I even made a page where I can track when widget changes, *www.mgvz.com/

So please tell when will result be out  as I sleep in daytime, but sleeping schedule shall be ok by tomorrow 

Atul Gupta


----------



## swood (Jun 19, 2009)

*Re: 32GB on the Nokia N97 [Search for N!]*

any 1 found the answer widget yet?
 the other site already have it
 have the ans: 32 gb of storage but no where to type it in.
 good luck to all


----------



## deatul (Jun 19, 2009)

*Re: 32GB on the Nokia N97 [Search for N!]*



swood said:


> any 1 found the answer widget yet?
> the other site already have it
> have the ans: 32 gb of storage but no where to type it in.
> good luck to all



Check the right side for the widget.
or go here *searchforn.com/banner.aspx?source=thinkdigit


----------



## swood (Jun 19, 2009)

*Re: 32GB on the Nokia N97 [Search for N!]*

thanks for the help. found it and answered.


----------



## Indyan (Jun 19, 2009)

*Re: 32GB on the Nokia N97 [Search for N!]*

where on techtree did they put the widget?


----------



## alz19 (Jun 19, 2009)

*Re: 32GB on the Nokia N97 [Search for N!]*

32 GB


----------



## talwar (Jun 19, 2009)

*Re: 32GB on the Nokia N97 [Search for N!]*

Techtree shown widgets on contest screen.you just so over there.


----------



## Vyom (Jun 19, 2009)

*Re: 32GB on the Nokia N97 [Search for N!]*

*Fourteen days*, I was so happy to participate in the digit daily contests, where I had to sought various sites for answers. Sometimes I found it right on the Google page, and many times, I was pushed farther into the realms of web. And I _happily _went inside, just to get a clue, since each answer was like an accomplishment._ AND Then came the Nokia quiz_.

Was it a quiz, one can argue. Personally it was like a quest to first find the widget. The widget was nowhere to be seen and I thought this quiz to have a bug, which forbid me to answer the first question. 
The next day when I actually found the root of problem, the Adblock plugin, I was exasperated.  So I woke at 8 am daily then onwards and gave the solution to the mighty widget, which now I COULD see with other colorful ads. 

I thought maybe at least I have a little vague chance to win Nokia gadget,  until I read these line on the sponsors site - 
"Only the first ten all-correct entries will each get a chance to win the New Nokia N97." 
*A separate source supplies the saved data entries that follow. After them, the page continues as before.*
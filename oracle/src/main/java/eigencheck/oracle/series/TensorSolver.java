package eigencheck.oracle.series;

import eigencheck.oracle.Evaluation;
import eigencheck.oracle.OracleException;
import eigencheck.oracle.OracleException.Reason;
import eigencheck.oracle.expr.Expression;
import eigencheck.oracle.problem.BoundaryCondition;
import eigencheck.oracle.problem.Material;
import eigencheck.oracle.problem.Problem;
import eigencheck.oracle.problem.Rectangle;
import eigencheck.oracle.problem.Side;
import eigencheck.oracle.problem.Slab;
import java.util.ArrayList;
import java.util.EnumMap;
import java.util.List;
import java.util.Map;
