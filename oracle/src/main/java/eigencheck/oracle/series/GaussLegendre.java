package eigencheck.oracle.series;

import java.util.concurrent.ConcurrentHashMap;
import java.util.concurrent.ForkJoinPool;
import java.util.stream.IntStream;

/**
 * Gauss-Legendre rules on [-1, 1], nodes by Newton's method on the three-term recurrence from
 * Tricomi's initial guess, four nodes per pass of the recurrence; accurate to a few ulps for the orders
 * used here (up to some tens of thousands; Newton stops at a step of 2 ulps, where the absolute test
 * 1e-17 may never be met: without that stop a rule of 1000 nodes took 70 steps per node instead of 3).
 * Abramowitz and Stegun, <i>Handbook of Mathematical Functions</i>, 1964, 25.4.29 (weights
 * \(w_i = 2/((1-x_i^2) P_n'(x_i)^2)\)). Rules are cached, immutable and shared between threads.
 */
final class GaussLegendre {
    private static final ConcurrentHashMap<Integer, GaussLegendre> CACHE = new ConcurrentHashMap<>();
    private static final ForkJoinPool POOL = new ForkJoinPool(Runtime.getRuntime().availableProcessors());

    final double[] nodes;
    final double[] weights;

    private GaussLegendre(int n) {
        nodes = new double[n];
        weights = new double[n];
        int half = (n + 1) / 2;
        // the recurrence's coefficients (2k - 1)/k and (k - 1)/k, once per rule: no division in the loop
        double[] c = new double[n + 1];
        double[] d = new double[n + 1];
        for (int k = 2; k <= n; k++) {
            c[k] = (2 * k - 1) / (double) k;
            d[k] = (k - 1) / (double) k;
        }
        int blocks = (half + LANES - 1) / LANES;
        // each node costs O(n) per Newton step: past a few thousand nodes the blocks are shared among the
        // cores (each written by one task alone, so the rule does not depend on the thread count)
        // in a pool of their own: the common pool's workers may all be waiting for this very rule
        if (n > 2000) {
            POOL.submit(() -> IntStream.range(0, blocks).parallel().forEach(b -> block(n, b * LANES, c, d))).join();
        } else {
            for (int b = 0; b < blocks; b++) {
                block(n, b * LANES, c, d);
            }
        }
        if (n % 2 == 1) {
            nodes[n / 2] = 0;
        }
    }

    /** Nodes evaluated together: independent recurrences in one loop keep the floating-point units busy. */
    private static final int LANES = 4;

    /**
     * Nodes i0 .. i0 + LANES - 1 of the positive half and their mirrors: Newton from Tricomi's guess
     * (A&S 22.16.6 with the factor 1 - 1/(8n^2) + 1/(8n^3), error O(n^-4) away from the ends) until the
     * step is rounding (2 ulps) or below 1e-17, then one evaluation for the derivative at each node.
     */
    private void block(int n, int i0, double[] c, double[] d) {
        int count = Math.min(LANES, (n + 1) / 2 - i0);
        double[] x = new double[LANES];
        double[] p = new double[LANES];
        double[] q = new double[LANES];
        boolean[] done = new boolean[LANES];
        double factor = 1 - 1.0 / (8.0 * n * n) + 1.0 / (8.0 * n * n * n);
        for (int j = 0; j < LANES; j++) {
            // lanes past the half repeat the last node and are not written back
            x[j] = factor * Math.cos(Math.PI * (i0 + Math.min(j, count - 1) + 0.75) / (n + 0.5));
            done[j] = j >= count;
        }
        for (int iteration = 0; iteration < 100; iteration++) {
            legendre(n, c, d, x, p, q);
            boolean all = true;
            for (int j = 0; j < LANES; j++) {
                if (!done[j]) {
                    double dp = n * (x[j] * p[j] - q[j]) / (x[j] * x[j] - 1);
                    double dx = p[j] / dp;
                    x[j] -= dx;
                    done[j] = Math.abs(dx) < 1e-17 || Math.abs(dx) <= 2 * Math.ulp(x[j]);
                    all &= done[j];
                }
            }
            if (all) {
                break;
            }
        }
        legendre(n, c, d, x, p, q);
        for (int j = 0; j < count; j++) {
            int i = i0 + j;
            double dp = n * (x[j] * p[j] - q[j]) / (x[j] * x[j] - 1);
            nodes[i] = x[j];
            nodes[n - 1 - i] = -x[j];
            double w = 2 / ((1 - x[j] * x[j]) * dp * dp);
            weights[i] = w;
            weights[n - 1 - i] = w;
        }
    }

    /**
     * P_n(x_j) into p and P_(n-1)(x_j) into q for the LANES points, by the three-term recurrence
     * P_k = c_k x P_(k-1) - d_k P_(k-2) with c_k = (2k - 1)/k, d_k = (k - 1)/k, four independent chains at once.
     */
    private static void legendre(int n, double[] c, double[] d, double[] x, double[] p, double[] q) {
        double x0 = x[0];
        double x1 = x[1];
        double x2 = x[2];
        double x3 = x[3];
        double a0 = 1;
        double a1 = 1;
        double a2 = 1;
        double a3 = 1;
        double b0 = x0;
        double b1 = x1;
        double b2 = x2;
        double b3 = x3;
        for (int k = 2; k <= n; k++) {
            double ck = c[k];
            double dk = d[k];
            double n0 = ck * x0 * b0 - dk * a0;
            double n1 = ck * x1 * b1 - dk * a1;
            double n2 = ck * x2 * b2 - dk * a2;
            double n3 = ck * x3 * b3 - dk * a3;
            a0 = b0;
            a1 = b1;
            a2 = b2;
            a3 = b3;
            b0 = n0;
            b1 = n1;
            b2 = n2;
            b3 = n3;
        }
        p[0] = b0;
        p[1] = b1;
        p[2] = b2;
        p[3] = b3;
        q[0] = a0;
        q[1] = a1;
        q[2] = a2;
        q[3] = a3;
    }

    /** Nodes and weights of the n-point rule on [0, L], as {nodes, weights}. */
    static double[][] onInterval(int n, double length) {
        GaussLegendre g = of(n);
        double[] x = new double[n];
        double[] w = new double[n];
        for (int q = 0; q < n; q++) {
            x[q] = 0.5 * length * (g.nodes[q] + 1);
            w[q] = 0.5 * length * g.weights[q];
        }
        return new double[][] {x, w};
    }

    static GaussLegendre of(int n) {
        if (n < 1) {
            throw new IllegalArgumentException("Gauss-Legendre order " + n + " must be >= 1");
        }
        return CACHE.computeIfAbsent(n, GaussLegendre::new);
    }
}
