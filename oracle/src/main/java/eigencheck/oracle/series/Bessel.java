package eigencheck.oracle.series;

import org.apache.commons.math3.special.BesselJ;

/**
 * Fast J0 and J1 for the cylinder's inner loops: Chebyshev interpolants of Commons Math's
 * {@link BesselJ} on unit panels of [0, 25] (degree 20, below 1e-15 absolute: the Taylor coefficients
 * of J0 and J1 over half a unit are under 0.5^n/n!), and Hankel's asymptotic expansion beyond 25
 * (Abramowitz and Stegun, <i>Handbook of Mathematical Functions</i>, 1964, 9.2.5 to 9.2.10), whose
 * truncation error there is below 1e-17. Checked against BesselJ in BesselTest.
 */
final class Bessel {
    private static final int PANELS = 25;
    private static final int DEGREE = 21;
    private static final double[][][] TABLE = new double[2][PANELS][];

    static {
        for (int order = 0; order < 2; order++) {
            for (int p = 0; p < PANELS; p++) {
                int o = order;
                TABLE[order][p] = Chebyshev.interpolate(x -> BesselJ.value(o, x), p, p + 1.0, DEGREE);
            }
        }
    }

    private Bessel() {
    }

    /** J0(x), x >= 0. */
    static double j0(double x) {
        return value(0, x);
    }

    /** J1(x), x >= 0. */
    static double j1(double x) {
        return value(1, x);
    }

    private static double value(int order, double x) {
        if (x < PANELS) {
            int p = (int) x;
            return Chebyshev.value(TABLE[order][p], 2 * (x - p) - 1);
        }
        // J_n(x) = sqrt(2/(pi x)) (P cos chi - Q sin chi), chi = x - (n/2 + 1/4) pi
        double m = 4.0 * order * order;
        double p = 1;
        double q = 0;
        double term = 1;
        double z = 8 * x;
        for (int k = 1; k <= 24; k++) {
            double odd = 2 * k - 1;
            term *= (m - odd * odd) / (k * z);
            if ((k & 1) == 1) {
                q += ((k / 2) % 2 == 0 ? 1 : -1) * term;
            } else {
                p += ((k / 2) % 2 == 0 ? 1 : -1) * term;
            }
            if (Math.abs(term) < 1e-18) {
                break;
            }
        }
        double chi = x - (0.5 * order + 0.25) * Math.PI;
        return Math.sqrt(2 / (Math.PI * x)) * (p * Math.cos(chi) - q * Math.sin(chi));
    }
}
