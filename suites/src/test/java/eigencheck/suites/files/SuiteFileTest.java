package eigencheck.suites.files;

import static org.junit.jupiter.api.Assertions.assertEquals;
import static org.junit.jupiter.api.Assertions.assertNull;
import static org.junit.jupiter.api.Assertions.assertTrue;

import eigencheck.adapters.InputException;
import eigencheck.oracle.problem.BoundaryCondition;
import eigencheck.oracle.problem.Box;
import eigencheck.oracle.problem.Problem;
import eigencheck.oracle.problem.Side;
import eigencheck.suites.Suite;
import java.io.IOException;
import java.nio.file.Files;
import java.nio.file.Path;
import org.junit.jupiter.api.Test;
import org.junit.jupiter.api.io.TempDir;

/** Manufactured cases on the rectangle and box in suite files. */
class SuiteFileTest {
    @TempDir
    Path dir;

    @Test
    void boxCaseWithFaceKindsDerivesTheProblemForTheSolver() throws IOException, InputException {
        // u = x y z + t: Q = rho c u_t - k lap(u) = 2 (rho c = 2, lap = 0); on xmin (Dirichlet) u = t; on ymax
        // (Neumann) k du/dn = k x z; on zmax (Robin, h = 4) ambient = u + (k/h) x y (calculus)
        Path suite = dir.resolve("suite.yaml");
        Files.writeString(suite, """
            suite: box
            cases:
              - name: box-mms
                manufactured:
                  solution: "x*y*z + t"
                  domain: {shape: box, lengthX: 1, lengthY: 2, lengthZ: 3}
                  material: {conductivity: 3, volumetricHeatCapacity: 2}
                  boundary: {xmin: dirichlet, xmax: dirichlet, ymin: neumann, ymax: neumann, zmin: dirichlet,
                             zmax: {robin: 4}}
                solver: {command: [solve, "{problem}", "{output}"], output: out.vtu}
                levels: {cells: [4, 8]}
                compare: {times: [1], norms: [l2]}
                expect: {norm: l2, order: 2}
            """);
        Suite s = SuiteFile.read(suite);
        Suite.Case c = s.cases().get(0);
        Problem p = c.problem();
        assertTrue(p.domain() instanceof Box);
        assertEquals(2.0, p.source().value(0.3, 0.4, 0.5, 1.0), 1e-12);
        BoundaryCondition xmin = p.condition(Side.XMIN);
        assertEquals(1.5, xmin.data().value(0.7, 0.2, 1.5), 1e-12, "u = t on x = 0");
        BoundaryCondition ymax = p.condition(Side.YMAX);
        assertEquals(3 * 0.5 * 0.25, ymax.data().value(0.5, 0.25, 0), 1e-12, "k x z on y = 2");
        BoundaryCondition.Robin zmax = (BoundaryCondition.Robin) p.condition(Side.ZMAX);
        assertEquals(0.5 * 1.5 * 3 + 1 + 3.0 / 4 * 0.5 * 1.5, zmax.ambient().value(0.5, 1.5, 1), 1e-12);
        // the problem the solver reads back through {problem}
        Problem back = ProblemFile.fromTree(TreeReader.parse(dir.resolve("p.json"), ProblemFile.toJson(p)));
        assertEquals(p.source().value(0.1, 0.2, 0.3, 0.4), back.source().value(0.1, 0.2, 0.3, 0.4), 1e-12);
        assertEquals(1.25, c.manufactured().value(0.5, 1, 0.5, 1), 1e-12);
    }

    @Test
    void rectangleCaseWithoutFaceKindsLeavesTheDataToTheSolver() throws IOException, InputException {
        Path suite = dir.resolve("suite.yaml");
        Files.writeString(suite, """
            suite: plate
            cases:
              - name: plate-mms
                manufactured:
                  solution: "x*y + t"
                  domain: {shape: rectangle, lengthX: 1, lengthY: 2}
                  material: {diffusivity: 1}
                solver: {command: [solve, "{problem}", "{output}"], output: out.vtu}
                levels: {cells: [4, 8]}
                compare: {times: [1], norms: [l2]}
                expect: {norm: l2, order: 2}
            """);
        Suite.Case c = SuiteFile.read(suite).cases().get(0);
        assertNull(c.problem());
        assertEquals(3.0, c.manufactured().value(1, 2, 1), 1e-12);
    }
}
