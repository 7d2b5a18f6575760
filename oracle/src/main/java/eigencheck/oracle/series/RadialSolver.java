package eigencheck.oracle.series;

import eigencheck.oracle.Evaluation;
import eigencheck.oracle.OracleException;
import eigencheck.oracle.OracleException.Reason;
import eigencheck.oracle.expr.Expression;
import eigencheck.oracle.modes.RadialModes;
import eigencheck.oracle.problem.BoundaryCondition;
import eigencheck.oracle.problem.Problem;
import eigencheck.oracle.problem.Side;
import java.util.SplittableRandom;
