package eigencheck.oracle.series;

import eigencheck.oracle.OracleException;
import eigencheck.oracle.OracleException.Reason;
import eigencheck.oracle.expr.Expression;
import java.util.SplittableRandom;
import java.util.function.DoubleUnaryOperator;
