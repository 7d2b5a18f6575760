package eigencheck.oracle.series;

import eigencheck.oracle.OracleException;
import eigencheck.oracle.OracleException.Reason;
import eigencheck.oracle.expr.Expression;
import eigencheck.oracle.problem.BoundaryCondition;
import eigencheck.oracle.problem.Problem;
import eigencheck.oracle.problem.Side;
import eigencheck.oracle.problem.Slab;
import eigencheck.oracle.problem.Sphere;
import java.util.EnumMap;
import java.util.Map;

/**
 * The radially symmetric sphere as a slab: w = r u turns rho c u_t = k (u_rr + 2 u_r/r) + Q into
 * rho c w_t = k w_xx + x Q on 0 < x < R with w(0) = 0 (Carslaw and Jaeger, <i>Conduction of Heat in
 * Solids</i>, 2nd ed., Oxford, 1959, section 9.2). The surface conditions become: Dirichlet u = g gives
 * w = R g; convection -k u_r = h (u - u_a) gives -k w_x = (h - k/R)(w - h R u_a/(h - k/R)), a Robin face
 * when Bi = hR/k > 1 and a flux k w_x = h R u_a when Bi = 1. For Bi < 1 and for a prescribed flux the
 * slab's face coefficient would be negative, which the slab modes do not cover yet: refused.
 */
public final class SphereMapping {
    private SphereMapping() {
    }

    /** The slab problem for w = r u. */
    public static Problem toSlab(Problem sphere) {
        double radius = ((Sphere) sphere.domain()).radius();
        double k = sphere.material().conductivity();
        Expression x = Expression.parse("x", "x", "t");
        Expression initial = sphere.initial().renamed("r", "x");
        Expression initialW = Expression.parse("x", "x").times(initial);
        Expression source = sphere.source().renamed("r", "x");
        Expression sourceW = x.times(source);
        BoundaryCondition surface = sphere.condition(Side.SURFACE);
        BoundaryCondition outer;
        if (surface instanceof BoundaryCondition.Dirichlet d) {
            outer = new BoundaryCondition.Dirichlet(Expression.constant(radius, "t").times(d.temperature()));
        } else if (surface instanceof BoundaryCondition.Robin r) {
            double h = r.heatTransferCoefficient();
            double biot = h * radius / k;
            if (biot > 1 + 1e-12) {
                double effective = h - k / radius;
                outer = new BoundaryCondition.Robin(effective,
                    Expression.constant(h * radius / effective, "t").times(r.ambient()));
            } else if (Math.abs(biot - 1) <= 1e-12) {
                outer = new BoundaryCondition.Neumann(Expression.constant(h * radius, "t").times(r.ambient()));
            } else {
                throw new OracleException(Reason.UNSUPPORTED, String.format(java.util.Locale.ROOT,
                    "oracle: the sphere with convection at Bi = hR/k = %.4g < 1 is not solved by this version"
                        + " (the mapped slab face has a negative coefficient); Bi >= 1 and fixed surface"
                        + " temperatures are", biot));
            }
        } else {
            throw new OracleException(Reason.UNSUPPORTED, "oracle: the sphere with a prescribed surface flux is not"
                + " solved by this version (the mapped slab face has a negative coefficient); fixed surface"
                + " temperatures and convection with Bi >= 1 are");
        }
        Map<Side, BoundaryCondition> faces = new EnumMap<>(Side.class);
        faces.put(Side.XMIN, new BoundaryCondition.Dirichlet(Expression.parse("0", "t")));
        faces.put(Side.XMAX, outer);
        return new Problem(new Slab(radius), sphere.material(), initialW, sourceW, faces, sphere.steady());
    }
}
So have you noticed... "ALL-CORRECT ENTRIES".. I guess, I am out...
thanks to the unclear rules previously stated, and thanks to that 1 freaking question.
(sorry, no offense meant for digit)


----------



## follower of krazzy (Jun 19, 2009)

*Re: 32GB on the Nokia N97 [Search for N!]*



vineet369 said:


> *Fourteen days*, I was so happy to participate in the digit daily contests, where I had to sought various sites for answers. Sometimes I found it right on the Google page, and many times, I was pushed farther into the realms of web. And I _happily _went inside, just to get a clue, since each answer was like an accomplishment._ AND Then came the Nokia quiz_.
> 
> Was it a quiz, one can argue. Personally it was like a quest to first find the widget. The widget was nowhere to be seen and I thought this quiz to have a bug, which forbid me to answer the first question.
> The next day when I actually found the root of problem, the Adblock plugin, I was exasperated.  So I woke at 8 am daily then onwards and gave the solution to the mighty widget, which now I COULD see with other colorful ads.
> ...



@vineet hey dude.. this sounds very weird.  i got no problems with it really.. the widget was available right next to the post everyday.. not sure why u had a problem locating it!


----------



## shaunmarl (Jun 19, 2009)

*Re: 32GB on the Nokia N97 [Search for N!]*

the answer is 32 GB.
wow, i actually did manage to answer all the questions!
any idea when the winners will be announced?

good luck .
cheers everyone!


----------



## Vyom (Jun 19, 2009)

*Re: 32GB on the Nokia N97 [Search for N!]*



follower of krazzy said:


> @vineet hey dude.. this sounds very weird.  i got no problems with it really.. the widget was available right next to the post everyday.. not sure why u had a problem locating it!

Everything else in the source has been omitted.